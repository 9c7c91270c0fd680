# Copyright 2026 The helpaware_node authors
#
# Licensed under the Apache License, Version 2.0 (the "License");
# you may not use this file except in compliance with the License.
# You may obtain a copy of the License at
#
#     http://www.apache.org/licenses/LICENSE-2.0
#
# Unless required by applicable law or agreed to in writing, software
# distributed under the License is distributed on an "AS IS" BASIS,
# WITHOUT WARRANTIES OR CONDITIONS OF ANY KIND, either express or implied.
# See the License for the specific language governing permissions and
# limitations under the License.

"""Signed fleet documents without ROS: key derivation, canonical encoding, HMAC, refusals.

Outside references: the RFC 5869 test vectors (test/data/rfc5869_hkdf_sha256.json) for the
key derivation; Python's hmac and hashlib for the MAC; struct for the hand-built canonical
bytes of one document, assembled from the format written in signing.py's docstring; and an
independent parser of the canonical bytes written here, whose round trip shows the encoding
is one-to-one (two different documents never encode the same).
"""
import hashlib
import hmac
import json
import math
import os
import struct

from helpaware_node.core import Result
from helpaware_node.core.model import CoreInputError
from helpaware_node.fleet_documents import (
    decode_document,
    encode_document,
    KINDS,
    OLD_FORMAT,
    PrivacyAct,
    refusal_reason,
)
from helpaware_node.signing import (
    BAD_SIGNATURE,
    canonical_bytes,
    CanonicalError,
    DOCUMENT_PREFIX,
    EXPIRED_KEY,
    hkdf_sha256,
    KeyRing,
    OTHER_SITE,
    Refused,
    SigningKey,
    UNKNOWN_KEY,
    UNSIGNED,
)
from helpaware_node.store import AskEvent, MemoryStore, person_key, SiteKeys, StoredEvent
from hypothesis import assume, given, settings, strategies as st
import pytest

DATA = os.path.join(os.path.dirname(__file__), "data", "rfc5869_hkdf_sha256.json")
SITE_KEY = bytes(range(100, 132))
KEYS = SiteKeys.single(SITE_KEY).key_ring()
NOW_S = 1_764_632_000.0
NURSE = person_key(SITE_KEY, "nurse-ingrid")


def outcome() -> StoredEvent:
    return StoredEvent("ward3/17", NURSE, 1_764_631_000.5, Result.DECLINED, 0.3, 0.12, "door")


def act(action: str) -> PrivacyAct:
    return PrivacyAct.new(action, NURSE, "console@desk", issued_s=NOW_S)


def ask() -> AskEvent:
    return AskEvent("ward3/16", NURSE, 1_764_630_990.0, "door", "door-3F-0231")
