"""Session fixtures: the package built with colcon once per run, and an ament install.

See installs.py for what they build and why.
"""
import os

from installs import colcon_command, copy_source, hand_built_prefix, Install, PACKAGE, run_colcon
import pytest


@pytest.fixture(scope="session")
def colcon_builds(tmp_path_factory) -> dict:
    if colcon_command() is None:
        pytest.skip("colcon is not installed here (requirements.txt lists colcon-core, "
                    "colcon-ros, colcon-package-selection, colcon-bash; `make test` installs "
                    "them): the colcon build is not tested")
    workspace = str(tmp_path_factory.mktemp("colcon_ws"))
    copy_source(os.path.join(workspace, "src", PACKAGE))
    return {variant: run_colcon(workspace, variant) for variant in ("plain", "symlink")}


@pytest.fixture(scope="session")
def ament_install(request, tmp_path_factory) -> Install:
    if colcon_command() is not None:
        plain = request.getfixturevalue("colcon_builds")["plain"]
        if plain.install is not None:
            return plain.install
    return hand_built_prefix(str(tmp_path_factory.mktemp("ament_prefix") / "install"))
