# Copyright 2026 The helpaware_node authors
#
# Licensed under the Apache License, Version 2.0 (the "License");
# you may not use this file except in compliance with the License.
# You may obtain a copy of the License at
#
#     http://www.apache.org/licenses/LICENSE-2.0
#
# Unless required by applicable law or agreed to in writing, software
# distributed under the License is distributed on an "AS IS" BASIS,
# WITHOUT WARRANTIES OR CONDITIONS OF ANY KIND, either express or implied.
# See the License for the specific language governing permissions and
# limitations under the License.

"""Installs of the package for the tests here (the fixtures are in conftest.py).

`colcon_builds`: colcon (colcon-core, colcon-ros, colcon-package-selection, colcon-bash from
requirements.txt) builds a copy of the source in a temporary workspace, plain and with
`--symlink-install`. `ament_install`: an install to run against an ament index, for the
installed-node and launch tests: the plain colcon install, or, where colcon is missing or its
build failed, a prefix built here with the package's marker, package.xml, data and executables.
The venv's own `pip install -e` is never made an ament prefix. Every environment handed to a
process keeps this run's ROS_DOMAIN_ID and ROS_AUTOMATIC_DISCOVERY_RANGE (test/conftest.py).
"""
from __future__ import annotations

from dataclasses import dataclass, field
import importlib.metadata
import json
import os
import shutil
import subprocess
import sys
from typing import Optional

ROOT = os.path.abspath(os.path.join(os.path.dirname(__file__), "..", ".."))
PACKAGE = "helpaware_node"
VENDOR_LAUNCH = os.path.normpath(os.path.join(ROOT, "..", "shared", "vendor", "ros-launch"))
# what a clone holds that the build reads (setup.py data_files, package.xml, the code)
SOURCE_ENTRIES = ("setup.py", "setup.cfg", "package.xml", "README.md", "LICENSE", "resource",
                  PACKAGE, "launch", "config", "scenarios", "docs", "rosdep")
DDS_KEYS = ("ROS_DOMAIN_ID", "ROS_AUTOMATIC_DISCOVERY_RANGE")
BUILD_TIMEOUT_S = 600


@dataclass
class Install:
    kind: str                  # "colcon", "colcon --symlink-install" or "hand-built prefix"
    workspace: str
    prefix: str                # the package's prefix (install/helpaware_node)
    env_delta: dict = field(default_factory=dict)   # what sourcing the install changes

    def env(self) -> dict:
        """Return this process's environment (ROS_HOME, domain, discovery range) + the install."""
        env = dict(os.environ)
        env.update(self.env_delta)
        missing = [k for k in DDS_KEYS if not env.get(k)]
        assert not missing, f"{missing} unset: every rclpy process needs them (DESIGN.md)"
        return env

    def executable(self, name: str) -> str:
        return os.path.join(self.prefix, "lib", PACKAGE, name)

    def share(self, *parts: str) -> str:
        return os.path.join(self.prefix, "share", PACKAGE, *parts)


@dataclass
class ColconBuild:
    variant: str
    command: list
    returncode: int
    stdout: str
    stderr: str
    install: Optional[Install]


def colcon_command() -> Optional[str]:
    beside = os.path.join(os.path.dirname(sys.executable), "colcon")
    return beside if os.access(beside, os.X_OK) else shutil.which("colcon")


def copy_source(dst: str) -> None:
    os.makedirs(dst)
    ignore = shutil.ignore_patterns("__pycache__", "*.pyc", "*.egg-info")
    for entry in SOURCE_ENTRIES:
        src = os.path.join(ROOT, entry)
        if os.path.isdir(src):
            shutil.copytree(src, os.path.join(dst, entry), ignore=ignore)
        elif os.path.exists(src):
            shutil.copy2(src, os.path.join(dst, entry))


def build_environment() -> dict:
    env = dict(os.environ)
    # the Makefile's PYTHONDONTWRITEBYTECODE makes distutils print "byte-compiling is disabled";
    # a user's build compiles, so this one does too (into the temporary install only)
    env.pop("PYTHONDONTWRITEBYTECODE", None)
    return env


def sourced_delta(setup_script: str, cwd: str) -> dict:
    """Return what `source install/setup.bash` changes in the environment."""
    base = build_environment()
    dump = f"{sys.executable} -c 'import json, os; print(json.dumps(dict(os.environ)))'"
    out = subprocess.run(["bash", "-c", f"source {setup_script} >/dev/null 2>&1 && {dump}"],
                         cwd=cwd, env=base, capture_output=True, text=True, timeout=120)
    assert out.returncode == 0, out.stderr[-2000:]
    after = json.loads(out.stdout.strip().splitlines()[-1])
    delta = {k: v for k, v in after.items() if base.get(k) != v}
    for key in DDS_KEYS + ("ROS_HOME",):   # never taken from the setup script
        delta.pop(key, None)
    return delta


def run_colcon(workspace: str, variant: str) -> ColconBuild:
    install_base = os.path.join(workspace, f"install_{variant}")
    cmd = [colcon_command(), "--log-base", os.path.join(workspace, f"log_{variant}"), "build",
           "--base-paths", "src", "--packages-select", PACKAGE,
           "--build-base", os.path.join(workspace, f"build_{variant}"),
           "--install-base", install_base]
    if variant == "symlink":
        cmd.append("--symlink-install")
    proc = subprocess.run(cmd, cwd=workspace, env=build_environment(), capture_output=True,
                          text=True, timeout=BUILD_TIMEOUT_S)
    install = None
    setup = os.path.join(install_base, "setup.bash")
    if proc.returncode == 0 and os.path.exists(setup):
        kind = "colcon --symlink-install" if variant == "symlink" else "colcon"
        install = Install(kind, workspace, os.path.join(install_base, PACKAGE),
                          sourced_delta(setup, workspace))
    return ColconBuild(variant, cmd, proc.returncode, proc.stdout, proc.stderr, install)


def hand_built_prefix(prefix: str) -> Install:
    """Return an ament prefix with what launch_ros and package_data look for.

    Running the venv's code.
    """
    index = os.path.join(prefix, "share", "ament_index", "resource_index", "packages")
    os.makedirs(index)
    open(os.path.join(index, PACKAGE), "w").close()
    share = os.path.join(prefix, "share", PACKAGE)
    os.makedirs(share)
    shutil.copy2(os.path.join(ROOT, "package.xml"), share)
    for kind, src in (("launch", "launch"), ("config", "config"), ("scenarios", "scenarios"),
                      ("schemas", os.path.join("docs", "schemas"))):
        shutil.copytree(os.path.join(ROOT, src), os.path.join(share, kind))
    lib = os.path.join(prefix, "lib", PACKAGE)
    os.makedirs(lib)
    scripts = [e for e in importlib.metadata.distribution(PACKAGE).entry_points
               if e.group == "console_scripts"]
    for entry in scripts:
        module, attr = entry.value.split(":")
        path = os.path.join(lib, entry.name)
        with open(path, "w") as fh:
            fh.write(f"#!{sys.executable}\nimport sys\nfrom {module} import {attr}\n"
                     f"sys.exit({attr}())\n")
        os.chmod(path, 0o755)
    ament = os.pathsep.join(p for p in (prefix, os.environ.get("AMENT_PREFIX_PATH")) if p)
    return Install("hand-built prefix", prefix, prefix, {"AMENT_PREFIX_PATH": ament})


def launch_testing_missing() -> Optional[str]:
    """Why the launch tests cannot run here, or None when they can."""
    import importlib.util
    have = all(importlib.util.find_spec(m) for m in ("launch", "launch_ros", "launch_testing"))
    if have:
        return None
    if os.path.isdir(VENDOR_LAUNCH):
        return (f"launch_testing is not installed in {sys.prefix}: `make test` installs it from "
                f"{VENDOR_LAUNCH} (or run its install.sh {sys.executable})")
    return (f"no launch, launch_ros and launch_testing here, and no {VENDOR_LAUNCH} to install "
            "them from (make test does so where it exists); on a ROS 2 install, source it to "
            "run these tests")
________________________________________
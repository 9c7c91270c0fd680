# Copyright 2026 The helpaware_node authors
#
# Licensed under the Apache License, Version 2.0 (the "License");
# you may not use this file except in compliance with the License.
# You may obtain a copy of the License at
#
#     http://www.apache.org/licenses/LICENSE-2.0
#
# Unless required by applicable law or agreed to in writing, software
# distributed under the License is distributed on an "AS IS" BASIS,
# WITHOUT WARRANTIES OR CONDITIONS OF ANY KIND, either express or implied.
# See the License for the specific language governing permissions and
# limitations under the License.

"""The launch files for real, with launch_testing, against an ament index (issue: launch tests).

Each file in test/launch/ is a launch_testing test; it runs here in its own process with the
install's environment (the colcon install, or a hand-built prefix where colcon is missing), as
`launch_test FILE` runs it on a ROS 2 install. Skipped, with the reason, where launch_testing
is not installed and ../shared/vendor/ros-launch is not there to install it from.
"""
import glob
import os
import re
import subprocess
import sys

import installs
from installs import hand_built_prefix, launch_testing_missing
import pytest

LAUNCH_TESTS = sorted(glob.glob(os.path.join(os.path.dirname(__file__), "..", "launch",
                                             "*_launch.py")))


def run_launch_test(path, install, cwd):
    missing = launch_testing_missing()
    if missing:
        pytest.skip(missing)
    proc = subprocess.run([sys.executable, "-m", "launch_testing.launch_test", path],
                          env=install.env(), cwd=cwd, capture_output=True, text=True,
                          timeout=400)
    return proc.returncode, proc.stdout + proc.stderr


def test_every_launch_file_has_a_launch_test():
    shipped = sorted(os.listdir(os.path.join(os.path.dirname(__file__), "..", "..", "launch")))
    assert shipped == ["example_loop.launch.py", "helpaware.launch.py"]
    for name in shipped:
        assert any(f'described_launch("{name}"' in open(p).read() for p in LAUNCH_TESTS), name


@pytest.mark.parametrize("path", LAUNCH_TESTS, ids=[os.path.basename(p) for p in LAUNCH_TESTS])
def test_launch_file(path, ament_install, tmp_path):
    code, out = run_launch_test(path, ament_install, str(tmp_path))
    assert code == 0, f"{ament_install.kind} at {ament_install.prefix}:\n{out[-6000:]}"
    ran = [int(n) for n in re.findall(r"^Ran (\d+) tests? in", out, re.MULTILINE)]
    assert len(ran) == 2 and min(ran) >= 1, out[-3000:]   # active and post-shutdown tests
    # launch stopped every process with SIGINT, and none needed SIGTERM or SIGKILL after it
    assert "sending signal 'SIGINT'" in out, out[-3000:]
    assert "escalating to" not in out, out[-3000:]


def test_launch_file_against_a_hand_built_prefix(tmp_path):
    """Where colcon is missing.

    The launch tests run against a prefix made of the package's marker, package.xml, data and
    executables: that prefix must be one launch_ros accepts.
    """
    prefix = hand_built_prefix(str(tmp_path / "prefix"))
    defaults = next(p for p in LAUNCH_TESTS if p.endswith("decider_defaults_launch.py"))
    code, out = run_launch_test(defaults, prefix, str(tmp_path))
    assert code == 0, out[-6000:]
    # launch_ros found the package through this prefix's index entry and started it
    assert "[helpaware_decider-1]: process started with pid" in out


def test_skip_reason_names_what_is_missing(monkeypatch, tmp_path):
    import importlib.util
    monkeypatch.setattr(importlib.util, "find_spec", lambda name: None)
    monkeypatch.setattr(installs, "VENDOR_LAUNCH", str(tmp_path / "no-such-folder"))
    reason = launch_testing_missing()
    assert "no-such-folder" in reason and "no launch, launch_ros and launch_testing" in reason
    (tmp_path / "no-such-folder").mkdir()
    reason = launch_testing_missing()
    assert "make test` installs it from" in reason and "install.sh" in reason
________________________________________
Using the material, show each line where the string "such" can be found.

    monkeypatch.setattr(installs, "VENDOR_LAUNCH", str(tmp_path / "no-such-folder"))
    assert "no-such-folder" in reason and "no launch, launch_ros and launch_testing" in reason
    (tmp_path / "no-such-folder").mkdir()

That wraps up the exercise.